DVD Review: Nights in Rodanthe Lacks Sparks

Middle-aged Richard Gere and Diane Lane finding themselves in this "romance" more than each other.
'Nights in Rodanthe'
'Nights in Rodanthe' - Warner Home Video
C. Robert Cargill

There's just something about a Nicholas Sparks adaptation that sends women to the theaters and guys running for the hills.

You see, Sparks drives critics up the wall. He writes some of the most patently cliché and predictable works of romantic fiction the world has ever known. But does so in a manner that makes people fall in love time and again. Every single one of them ends the same way -- with you crying. Oh, yeah. And somebody dies. Somebody always dies. It's the Nicholas Sparks way. You have better odds surviving as a character in a survival horror film than you do as the romantic lead in a Sparks novel. And you can bet your bottom that you won't survive in the adaptation either. He writes tales of sweeping, epic, immortal love -- and then kills someone, tragically. Sometimes it feels a bit over the top like in Message in a Bottle. Other times it winds up being one of the greatest romances of a generation, like The Notebook.

The problem with Nights in Rodanthe isn't that it's a Nicholas Sparks adaptation. It's that it feels far too much like it's trying to be a Nicholas Sparks adaptation, almost as if Sparks is aping himself and painting by numbers to add in new characters to old story elements. What works best in his stories are his new takes of the genre, his new spins on old romantic devices. Tracking down the writer of a love letter; reading the story of how you fell in love with your Alzheimer-patient wife with the hopes that she'll remember; as a trouble teen, falling in love with a dying girl and setting out to make the rest of her life magical ... these are stories that break your heart.

Nights in Rodanthe, on the other hand, is the story of a separated, cheated-on mother of two who spends a magical weekend in a house on the beach with a doctor searching for himself. And then they fall in love. Sparks sans the gimmick just feels like going through the motions.

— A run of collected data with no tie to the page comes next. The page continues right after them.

#!/usr/bin/env python3
"""Verdicts on simulated dies whose true zero is known: how often right, wrong and undecided.

    python scripts/dies.py [--dies 500] [--seed 1] [--jobs 2]

The dies are invented: the elements of data_examples/line_buffer.toml, each off by 6 % (one standard deviation), the
resistor in turn intact, missing, 30 %, at gm2·Rz = 1 and 2.2 times. The exact third-order circuit is swept from 10 Hz
to 100 MHz in 281 points, with receiver floors of 2e-5 for a drive of 1 and a gain error of 0.1 %. Each sweep is held
against a design with spreads of 6 %, limits on the zero from 90 to 200 MHz, and the bench's delay stated as 0 ns; in a
second table as 0.4 ± 0.02 ns, with the true one drawn from that. A die is the same whatever the number of jobs.
"""

from __future__ import annotations

import argparse
import math
import signal
import statistics
import sys
import time
from collections import Counter
from collections.abc import Callable, Iterable, Iterator, Sequence
from concurrent.futures import ProcessPoolExecutor
from contextlib import contextmanager
from dataclasses import dataclass
from functools import partial
from multiprocessing import get_context
from pathlib import Path

import numpy as np

import fitamp
from fitamp import Nulling

DESIGN_FILE = Path(__file__).resolve().parent.parent / "data_examples" / "line_buffer.toml"
FREQ_HZ = np.geomspace(10.0, 100e6, 281)
NOISE = fitamp.NoiseLevels(error_channel=2e-5, return_channel=2e-5, relative=1e-3)
SPREAD = 0.06
ELEMENTS = ("gm1", "R1", "C1", "gm2", "R2", "CL", "Cc", "Rz")
RESISTORS = (1.0, 0.0, 0.3, None, 2.2)  # times the die's Rz; None: 1/gm2
DELAYS = {"0 ns": (0.0, 0.0), "0.4 ± 0.02 ns": (0.4e-9, 0.02e-9)}
ZERO_LIMITS_HZ = (90e6, 200e6)
SMALL = 0.10  # of Cc/gm2 as designed: a zero time up to this counts as none
REGIONS = tuple(nulling for nulling in Nulling if nulling is not Nulling.UNDECIDED)
NO_FIT = "no fit"
CLEARLY = 3.0
NEAR_ONE = 0.25


@dataclass(frozen=True, slots=True, kw_only=True)
class Die:
    """One die's truth and what was said of it.

    product : true gm2·Rz; zero_time_s : true zero time in s
    verdict : None where the fit failed
    stderr_s, low_s, high_s : of the zero time that the verdict rests on, in s; None where there is none
    """

    product: float
    zero_time_s: float
    verdict: Nulling | None
    stderr_s: float | None
    low_s: float | None
    high_s: float | None
    seconds: float

    @property
    def region(self) -> Nulling:
        """Where the true zero time lies."""
        return next(name for name, (low, high) in regions().items() if low <= self.zero_time_s <= high)

    @property
    def is_decided(self) -> bool:
        """Whether the verdict names a region."""
        return self.verdict in REGIONS

    @property
    def is_wrong(self) -> bool:
        """Whether the verdict names another region than the true one."""
        return self.is_decided and self.verdict is not self.region

    @property
    def is_wrong_half_plane(self) -> bool:
        """Whether the verdict names a half plane and the true zero, not small, lies in the other."""
        if not self.is_decided or Nulling.AT_INFINITY in (self.verdict, self.region):
            return False
        return (self.verdict is Nulling.WRONG_SIDE) != (self.region is Nulling.WRONG_SIDE)

    @property
    def is_clear(self) -> bool:
        """Whether n is not near 1 and the true zero time is 3 standard errors or more from every limit.

        Without a standard error the zero counts as clear of the limits, so that giving none excuses nothing.
        """
        edges = [edge for pair in regions().values() for edge in pair if math.isfinite(edge)]
        nearest_s = min(abs(self.zero_time_s - edge) for edge in edges)
        far = self.stderr_s is None or nearest_s >= CLEARLY * self.stderr_s
        return far and abs(self.product - 1) > NEAR_ONE

    @property
    def covers(self) -> bool:
        """Whether the 95 % interval holds the true zero time; an open end holds all."""
        low = -math.inf if self.low_s is None else self.low_s
        return low <= self.zero_time_s <= (math.inf if self.high_s is None else self.high_s)

    @property
    def errors_off(self) -> float:
        """Standard errors from the true zero time to the region that the verdict names; infinite without one."""
        low, high = regions()[self.verdict] if self.verdict in REGIONS else (-math.inf, math.inf)
        distance_s = max(low - self.zero_time_s, self.zero_time_s - high, 0.0)
        return distance_s / self.stderr_s if self.stderr_s else math.inf


def nominal() -> fitamp.Elements:
    """The designed elements."""
    elements = fitamp.read_design(DESIGN_FILE).elements
    assert elements is not None
    return elements


def regions() -> dict[Nulling, tuple[float, float]]:
    """Ends of the regions of zero times in s, from the design's numbers alone and not by the package's own rules."""
    small_s = SMALL * NOMINAL.Cc / NOMINAL.gm2
    near_s, far_s = (1 / (2 * math.pi * limit_hz) for limit_hz in ZERO_LIMITS_HZ)
    return {
        Nulling.AS_DESIGNED: (far_s, near_s),
        Nulling.TOO_LITTLE: (small_s, far_s),
        Nulling.TOO_MUCH: (near_s, math.inf),
        Nulling.WRONG_SIDE: (-math.inf, -small_s),
        Nulling.AT_INFINITY: (-small_s, small_s),
    }


NOMINAL = nominal()


def design(delay_s: float, delay_sd_s: float) -> fitamp.Design:
    """What the dies are held against: 6 % spreads, limits on the zero, and this delay of the bench."""
    from fitamp.design import Bench, Limit

    return fitamp.Design.from_elements(
        NOMINAL,
        spreads=dict.fromkeys(ELEMENTS, SPREAD),
        limits={"zero_hz": Limit(low=ZERO_LIMITS_HZ[0], high=ZERO_LIMITS_HZ[1])},
        bench=Bench(delay_s=delay_s, delay_spread_s=delay_sd_s),
    )


def compare_die(index: int, *, seed: int, delay_s: float, delay_sd_s: float) -> Die:
    """Make die number `index`, measure and compare it. Its elements and noise are the same for any delay."""
    rng = np.random.default_rng([seed, index])
    factors = 1 + SPREAD * rng.standard_normal(len(ELEMENTS))
    die = NOMINAL.with_changes(
        **{name: getattr(NOMINAL, name) * factor for name, factor in zip(ELEMENTS, factors, strict=True)}
    )
    times = RESISTORS[index % len(RESISTORS)]
    resistor_ohm = 1 / die.gm2 if times is None else times * die.Rz
    die = die.with_changes(Rz=resistor_ohm, delay_s=max(delay_s + delay_sd_s * rng.standard_normal(), 0.0))
    gain = fitamp.simulate_bench(die.transfer().evaluate(FREQ_HZ), NOISE, rng)
    sweep, designed = fitamp.Sweep(freq_hz=FREQ_HZ, gain=gain), design(delay_s, delay_sd_s)
    start = time.perf_counter()
    try:
        verdict = fitamp.compare(sweep, designed).verdict
    except fitamp.FitError:
        verdict = None
    low, high = (None, None) if verdict is None else verdict.zero_time_s.ci95
    return Die(
        product=die.nulling_product,
        zero_time_s=die.zero_time_s,
        verdict=None if verdict is None else verdict.nulling,
        stderr_s=None if verdict is None else verdict.zero_time_s.stderr,
        low_s=low,
        high_s=high,
        seconds=time.perf_counter() - start,
    )


def table(dies: Sequence[Die]) -> str:
    """Confusion table with the share of intervals that hold the truth in each row."""
    heads = [*REGIONS, Nulling.UNDECIDED, NO_FIT, "covered"]
    widths = [max(len(head), 6) for head in heads]
    cells = "  ".join(f"{head:>{width}}" for head, width in zip(heads, widths, strict=True))
    lines = [f"{'true region':<12}  {cells}"]
    for region in REGIONS:
        row = [die for die in dies if die.region is region]
        counts = Counter(die.verdict or NO_FIT for die in row)
        texts = [str(counts[head]) for head in heads[:-1]] + [share(die.covers for die in row)]
        cells = "  ".join(f"{text:>{width}}" for text, width in zip(texts, widths, strict=True))
        lines.append(f"{region:<12}  {cells}")
    return "\n".join(lines)


def summary(dies: Sequence[Die]) -> str:
    """What the table comes to, one line a question."""
    wrong = [die for die in dies if die.is_wrong]
    clear = [die for die in dies if die.is_clear]
    undecided = [die for die in dies if not die.is_decided]
    numbered = [die for die in dies if die.stderr_s is not None]
    # Where the interval lies in one region and there is still no verdict, the model did not describe the sweep.
    one_region = sum(
        any(low <= die.low_s and die.high_s <= high for low, high in regions().values())
        for die in undecided
        if die.low_s is not None and die.high_s is not None
    )
    no_number = sum(die.stderr_s is None for die in undecided)
    far = f", at most {max(die.errors_off for die in wrong):.2f} standard errors from it" if wrong else ""
    lines = {
        "wrong half plane": f"{sum(die.is_wrong_half_plane for die in dies)} of {len(dies)}",
        "wrong across a limit": f"{len(wrong)} of {len(dies)} ({share(die.is_wrong for die in dies)}){far}",
        f"undecided, |n − 1| > {NEAR_ONE} and {CLEARLY:g} standard errors from every limit": (
            f"{sum(not die.is_decided for die in clear)} of {len(clear)} ({share(not die.is_decided for die in clear)})"
        ),
        "undecided in all": (
            f"{len(undecided)} of {len(dies)}: {len(undecided) - one_region - no_number} reach into several regions, "
            f"{one_region} not described by the model, {no_number} without a zero time"
        ),
        "95 % interval holds the zero time": (
            f"{share(die.covers for die in numbered)} of {len(numbered)} with a standard error"
        ),
        "median time per die": f"{statistics.median(die.seconds for die in dies):.3f} s",
    }
    return "\n".join(f"{question}: {answer}" for question, answer in lines.items())


def share(flags: Iterable[bool]) -> str:
    """Share of flags that are set, in percent; a dash of none."""
    found = list(flags)
    return f"{sum(found) / len(found):.1%}" if found else "–"


def deaf() -> None:
    """Leave Ctrl-C to the parent process."""
    signal.signal(signal.SIGINT, signal.SIG_IGN)


@contextmanager
def mapper(jobs: int) -> Iterator[Callable[[Callable[[int], Die], Iterable[int]], Iterable[Die]]]:
    """A map over so many processes, in order; without processes for one job."""
    if jobs == 1:
        yield map
        return
    pool = ProcessPoolExecutor(jobs, mp_context=get_context("spawn"), initializer=deaf)

    def pool_map(work: Callable[[int], Die], indices: Iterable[int]) -> Iterable[Die]:
        # Here the processes start, and they inherit what is ignored: no traceback of one that is still importing.
        before = signal.signal(signal.SIGINT, signal.SIG_IGN)
        try:
            return pool.map(work, indices)
        finally:
            signal.signal(signal.SIGINT, before)

    try:
        yield pool_map
    finally:
        pool.shutdown(cancel_futures=True)


def run(arguments: Sequence[str]) -> None:
    """Run and print both tables."""
    from rich.console import Console
    from rich.progress import Progress

    args = parser().parse_args(arguments)
    print(f"{args.dies} simulated dies, seed {args.seed}; noise unknown to the fit", flush=True)
    errors = Console(stderr=True)
    with (
        mapper(args.jobs) as mapped,
        Progress(console=errors, transient=True, disable=not errors.is_terminal, redirect_stdout=False) as progress,
    ):
        for words, (delay_s, delay_sd_s) in DELAYS.items():
            work = partial(compare_die, seed=args.seed, delay_s=delay_s, delay_sd_s=delay_sd_s)
            found = progress.track(mapped(work, range(args.dies)), total=args.dies, description=f"delay {words}")
            dies = list(found)
            print(f"\n[bench] delay stated as {words}\n{table(dies)}\n{summary(dies)}", flush=True)


def parser() -> argparse.ArgumentParser:
    """Options of the script."""
    made = argparse.ArgumentParser(
        prog="dies", description=__doc__, formatter_class=argparse.RawDescriptionHelpFormatter
    )
    made.add_argument("--dies", type=partial(whole, least=1), default=500, help="how many (default 500)")
    made.add_argument("--seed", type=partial(whole, least=0), default=1, help="of elements and noise (default 1)")
    made.add_argument("--jobs", type=partial(whole, least=1), default=2, help="processes (default 2)")
    return made


def whole(text: str, *, least: int) -> int:
    """A whole number of at least `least`."""
    if not text.isdecimal() or int(text) < least:
        raise argparse.ArgumentTypeError(f"{text!r} is not a whole number of {least} or more")
    return int(text)


def main(arguments: Sequence[str]) -> int:
    """Run and print; the exit code."""
    try:
        run(arguments)
    except KeyboardInterrupt:
        print("dies: interrupted", file=sys.stderr)
        return 130
    return 0


if __name__ == "__main__":
    for stream in (sys.stdout, sys.stderr):
        # A console in a legacy code page must not stop a table over a ±.
        stream.reconfigure(errors="replace")
    sys.exit(main(sys.argv[1:]))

You know every beat of this story before it happens and none of it is powerful or memorable enough to really leave a dent. Is it sweet? Well acted? Well intentioned? Yep, on all counts. It's just a predictable love story without the magical glue that usually holds these adaptations together. Both Diane Lane and Richard Gere are fantastic, but their chemistry is one more in line with two people healing one another than of two people passionately falling in love. And while that sells the film's central message about the healing power of love, it makes it hard to fall in love along with them.

Which leads to the film's final problem: the fact the it spends the bulk of its time on the love affair between Gere and Lane. When all is said and done the film seems to be more about two parents rediscovering themselves and their children. Had more time been spent on developing these relationships and stories, the film could have left a greater impact. Instead, it's a meandering love story that warns you well in advance that something is about to happen, and unfortunately, you can tell exactly what that something is. It's not a bad movie, just not one playing in the same league of the other Sparks' classics.

Nights in Rodanthe is available on an extras-free disc from Warner Home Video. Nicholas Sparks' classic The Notebook, in a super-special edition, is also available now.